# chicken coop



## shawnhunts1 (Sep 8, 2009)

I want to get a couple layers this spring but need a coop,anyone have any coop ideas or know of any for sale? I have seen some coops for sale but they are pretty pricey. I am in ogemaw county and I appreciate your help! PM me with info, thanks,shawn


----------



## Big Reds (Oct 14, 2007)

May be a stupid question, but did you see if there are any prints on the net?


----------



## fishenrg (Jan 9, 2008)

http://www.backyardchickens.com/


----------



## 2PawsRiver (Aug 4, 2002)

Where are you located, I have one you are welcome to..


----------



## outdoor junkie (Sep 16, 2003)

I have an old salt-box style shed I was only using for firewood, so I decided yesterday to transform it into a coop for my new chickens. but it seems I have to dismantel it and rebuild it from scratch, bottom too rotton and to many drafts, so I may just ending up building one from scratch. Gotta get a move on they are i nthe garage now for a few weeks until the nightime temps get a little warmer. Good luck.


----------



## shawnhunts1 (Sep 8, 2009)

Thanks for your replys. I have been all over the net there a quite a few plans but.....you gotta pay for them. I just wanted a simple design for 4-8 chickens that is easy to keep clean. I have old sheds too but they are just that old and cold. I will be building one from the ground up I guess if I don't find one to buy. Have any of you insulated your coops?
thanks,
shawn


----------



## outdoor junkie (Sep 16, 2003)

I don't see why you couldn't insulate them same as any other building, just a bit more cost. I thought about doing mine also for these long cold winters.


----------



## Putman Lake Campground (Oct 4, 2010)

shawnhunts1 said:


> I want to get a couple layers this spring but need a coop,anyone have any coop ideas or know of any for sale? I have seen some coops for sale but they are pretty pricey. I am in ogemaw county and I appreciate your help! PM me with info, thanks,shawn


technically, if I recall for layers you need 1.5 sq ft for every bird.

whip up a coop that resembles an out house.
put the equivelant of a dog =door on the back side
get some wire fencing around the outside perimeter
use straw berry netting on the top to keep them from flying out.
I use a single strand of hot electric fence either on the outside bottom or top to keep the varmits out.
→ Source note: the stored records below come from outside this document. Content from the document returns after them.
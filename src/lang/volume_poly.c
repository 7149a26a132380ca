/* V_{g,n}(L_1..L_n) as a polynomial: by the volume engine when it is faster or the only one
   in reach (fastvol.c), else coefficient by coefficient by the reduction. */
#include <stdlib.h>
#include <string.h>

#include <flint/fmpq_vec.h>

#include "correlators/pushforward.h"
#include "correlators/wk.h"
#include "diag.h"
#include "fastvol.h"
#include "verify_account.h"
#include "integrate.h"
#include "progress.h"
#include "route_reduction.h"
#include "util.h"
#include "volumes/wpoly.h"
#include "verify_account.h"

/* Coefficient of L^{2 alpha} pi^{2(D-m)} in V_{g,n}(L), m = |alpha|:
   2^{D-m}/(D-m)! * int psi^alpha kappa_1^{D-m} / (2^m prod alpha_i!).
   Memoised on the sorted alpha, since V_{g,n} is symmetric. */
static int volume_coeff(fmpq_t c, interp *I, keymap *memo, slong g, slong n, const slong *alpha)
{
    slong *key = xmalloc((n + 1) * sizeof(slong));
    memcpy(key, alpha, n * sizeof(slong));
    for (slong i = 1; i < n; i++)
        for (slong j = i; j > 0 && key[j - 1] < key[j]; j--) {
            slong t = key[j];
            key[j] = key[j - 1];
            key[j - 1] = t;
        }
    const fmpq *hit = keymap_get(memo, key, n);
    int rc = WK_OK;
    if (hit) {
        fmpq_set(c, hit);
    } else {
        slong D = 3 * g - 3 + n, m = 0, kmult[2];
        for (slong i = 0; i < n; i++)
            m += key[i];
        kmult[0] = 0;
        kmult[1] = D - m;
        reduction_run run;
        run.I = I;
        run.done = 0;
        progress_start(&run.bar, "V_{g,n}: coefficients", 0);
        run.bar.enabled = 0;   /* one monomial at a time: the caller's loop is what takes long */
        rc = reduction_monomial(c, &run, g, key, n, kmult, D - m > 0 ? 1 : 0);
        fmpz_t f;
        fmpz_init(f);
        fmpz_fac_ui(f, (ulong)(D - m));
        fmpq_div_fmpz(c, c, f);
        fmpq_mul_2exp(c, c, (ulong)(D - m));
        fmpq_div_2exp(c, c, (ulong)m);
        for (slong i = 0; i < n; i++) {
            fmpz_fac_ui(f, (ulong)key[i]);
            fmpq_div_fmpz(c, c, f);
        }
        fmpz_clear(f);
        if (rc == WK_OK)
            keymap_set(memo, key, n, c);
    }
    free(key);
    return rc;
}

typedef struct {
    interp *I;
    keymap memo;
    slong g, n, D;
    const int *vars;       /* ring index of L_1..L_n */
    slong *alpha;
    ulong *exps;
    scalar_terms terms;    /* the result, collected (one rescaling at the end) */
    fmpq_t c;
} volume_walk;

/* Visits every alpha with |alpha| <= D, adding its term to the result. The recursion is
   n < SCALAR_MAX_VARS deep; the stack guard covers calls from deeply nested user code. */
static int volume_visit(volume_walk *W, slong i, slong left)
{
    if (util_stack_exhausted())
        return WK_TOO_DEEP;
    if (i == W->n) {
        int rc = volume_coeff(W->c, W->I, &W->memo, W->g, W->n, W->alpha);
        if (rc != WK_OK || fmpq_is_zero(W->c))
            return rc;
        memset(W->exps, 0, SCALAR_MAX_VARS * sizeof(ulong));
        for (slong k = 0; k < W->n; k++)
            W->exps[W->vars[k]] = 2 * (ulong)W->alpha[k];
        W->exps[SCALAR_PI] = 2 * (ulong)left;
        scalar_terms_push(&W->terms, W->c, W->exps);
        return WK_OK;
    }
    for (slong a = 0; a <= left; a++) {
        W->alpha[i] = a;
        int rc = volume_visit(W, i + 1, left - a);
        if (rc != WK_OK)
            return rc;
    }
    return WK_OK;
}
outside bottom keeps them from digging in or climbing over, top does not prevent them from digging in.

be sure to have a perch inside the coop and outside in the run.

nesting boxes are easy. just 10 or 12" square boxes about 4" deep and a touch of straw, etc in them. Keep them off the ground and not under the perch (unless you want to wash chicken poop off them).

I had 8 birds get out just before winter... I gave up.. they wintered extremely fine with A frames and open ends for protection and they started laying before the caged birds that had winter protection.

oops coyote's got them saturday night.. took out 7 hens in one night. :sad: them seven hens were giving me 7 to 9 eggs a day and mondays plan was to get them back in the pen.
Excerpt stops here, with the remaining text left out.